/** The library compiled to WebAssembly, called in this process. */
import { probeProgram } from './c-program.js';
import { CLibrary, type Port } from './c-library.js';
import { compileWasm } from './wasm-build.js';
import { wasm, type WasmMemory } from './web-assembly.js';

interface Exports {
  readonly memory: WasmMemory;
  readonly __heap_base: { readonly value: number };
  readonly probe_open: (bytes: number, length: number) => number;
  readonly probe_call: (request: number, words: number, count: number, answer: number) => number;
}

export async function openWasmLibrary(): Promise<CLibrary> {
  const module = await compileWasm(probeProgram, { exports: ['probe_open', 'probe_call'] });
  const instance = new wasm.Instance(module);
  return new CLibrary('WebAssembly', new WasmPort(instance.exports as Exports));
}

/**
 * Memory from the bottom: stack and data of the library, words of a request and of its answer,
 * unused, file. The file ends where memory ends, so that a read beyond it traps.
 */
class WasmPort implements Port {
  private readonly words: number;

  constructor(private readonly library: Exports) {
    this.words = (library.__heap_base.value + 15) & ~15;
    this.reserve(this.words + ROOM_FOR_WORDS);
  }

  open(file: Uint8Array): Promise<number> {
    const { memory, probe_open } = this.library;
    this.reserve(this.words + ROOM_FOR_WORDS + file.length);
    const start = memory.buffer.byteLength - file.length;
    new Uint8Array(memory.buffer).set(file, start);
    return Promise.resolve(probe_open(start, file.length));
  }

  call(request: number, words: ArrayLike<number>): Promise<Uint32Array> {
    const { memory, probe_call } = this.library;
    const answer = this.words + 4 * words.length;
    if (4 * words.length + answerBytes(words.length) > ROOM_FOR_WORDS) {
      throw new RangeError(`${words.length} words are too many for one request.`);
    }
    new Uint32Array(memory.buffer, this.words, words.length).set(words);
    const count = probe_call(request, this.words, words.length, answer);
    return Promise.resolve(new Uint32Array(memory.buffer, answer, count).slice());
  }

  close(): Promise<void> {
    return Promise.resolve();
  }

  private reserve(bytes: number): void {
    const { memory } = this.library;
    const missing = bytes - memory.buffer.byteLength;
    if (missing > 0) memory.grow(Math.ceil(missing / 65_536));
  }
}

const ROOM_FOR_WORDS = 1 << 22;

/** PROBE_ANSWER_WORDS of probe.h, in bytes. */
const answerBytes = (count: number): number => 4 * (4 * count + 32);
= = = = =
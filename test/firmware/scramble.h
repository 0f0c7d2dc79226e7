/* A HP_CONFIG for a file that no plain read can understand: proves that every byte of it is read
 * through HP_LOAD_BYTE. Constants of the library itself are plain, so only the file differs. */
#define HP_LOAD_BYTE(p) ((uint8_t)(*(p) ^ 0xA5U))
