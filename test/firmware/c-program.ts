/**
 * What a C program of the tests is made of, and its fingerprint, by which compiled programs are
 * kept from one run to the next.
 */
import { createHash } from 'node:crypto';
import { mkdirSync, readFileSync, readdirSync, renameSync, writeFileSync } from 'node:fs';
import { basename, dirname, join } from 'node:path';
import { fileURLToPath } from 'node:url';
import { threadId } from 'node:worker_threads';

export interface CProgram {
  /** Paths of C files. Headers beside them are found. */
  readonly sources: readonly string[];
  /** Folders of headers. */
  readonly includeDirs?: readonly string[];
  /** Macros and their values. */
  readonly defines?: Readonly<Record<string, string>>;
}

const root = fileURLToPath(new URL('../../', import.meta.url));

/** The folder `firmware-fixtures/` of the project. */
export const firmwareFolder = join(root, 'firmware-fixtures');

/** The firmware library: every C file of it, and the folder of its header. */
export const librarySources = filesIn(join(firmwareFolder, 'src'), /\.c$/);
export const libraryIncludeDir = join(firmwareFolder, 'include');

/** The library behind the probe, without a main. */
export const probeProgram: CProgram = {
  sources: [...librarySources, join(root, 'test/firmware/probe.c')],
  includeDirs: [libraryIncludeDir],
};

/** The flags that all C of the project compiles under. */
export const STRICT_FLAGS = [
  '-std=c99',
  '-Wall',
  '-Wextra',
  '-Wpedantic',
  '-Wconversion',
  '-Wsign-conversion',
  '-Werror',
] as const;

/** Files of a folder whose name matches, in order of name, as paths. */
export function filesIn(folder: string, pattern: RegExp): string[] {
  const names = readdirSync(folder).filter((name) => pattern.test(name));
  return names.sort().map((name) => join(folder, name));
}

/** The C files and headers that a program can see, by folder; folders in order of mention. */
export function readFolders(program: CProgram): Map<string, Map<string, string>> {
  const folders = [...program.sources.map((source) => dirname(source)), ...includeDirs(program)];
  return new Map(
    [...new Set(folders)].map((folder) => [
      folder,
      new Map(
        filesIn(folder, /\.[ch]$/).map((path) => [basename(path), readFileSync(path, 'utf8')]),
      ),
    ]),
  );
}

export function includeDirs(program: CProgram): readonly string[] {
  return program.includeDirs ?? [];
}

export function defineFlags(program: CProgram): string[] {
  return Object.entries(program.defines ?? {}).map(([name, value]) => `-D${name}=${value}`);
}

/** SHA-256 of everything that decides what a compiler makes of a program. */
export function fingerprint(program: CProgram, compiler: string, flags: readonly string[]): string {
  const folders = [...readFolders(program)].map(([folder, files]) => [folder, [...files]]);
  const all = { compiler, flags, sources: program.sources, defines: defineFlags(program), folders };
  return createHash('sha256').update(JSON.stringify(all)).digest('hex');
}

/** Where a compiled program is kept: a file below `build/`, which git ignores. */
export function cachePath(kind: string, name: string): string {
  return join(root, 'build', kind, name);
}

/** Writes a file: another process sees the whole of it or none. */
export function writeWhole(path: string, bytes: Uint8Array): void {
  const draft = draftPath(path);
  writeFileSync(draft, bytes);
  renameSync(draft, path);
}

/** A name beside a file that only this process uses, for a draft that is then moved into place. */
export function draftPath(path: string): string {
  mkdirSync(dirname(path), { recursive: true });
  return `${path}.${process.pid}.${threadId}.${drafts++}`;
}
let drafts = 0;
= = = = =
TRY IT:
The answer should be only a number: the count of lines in the listing above that contain the word "filesIn".

COMPLETED EXERCISE:
3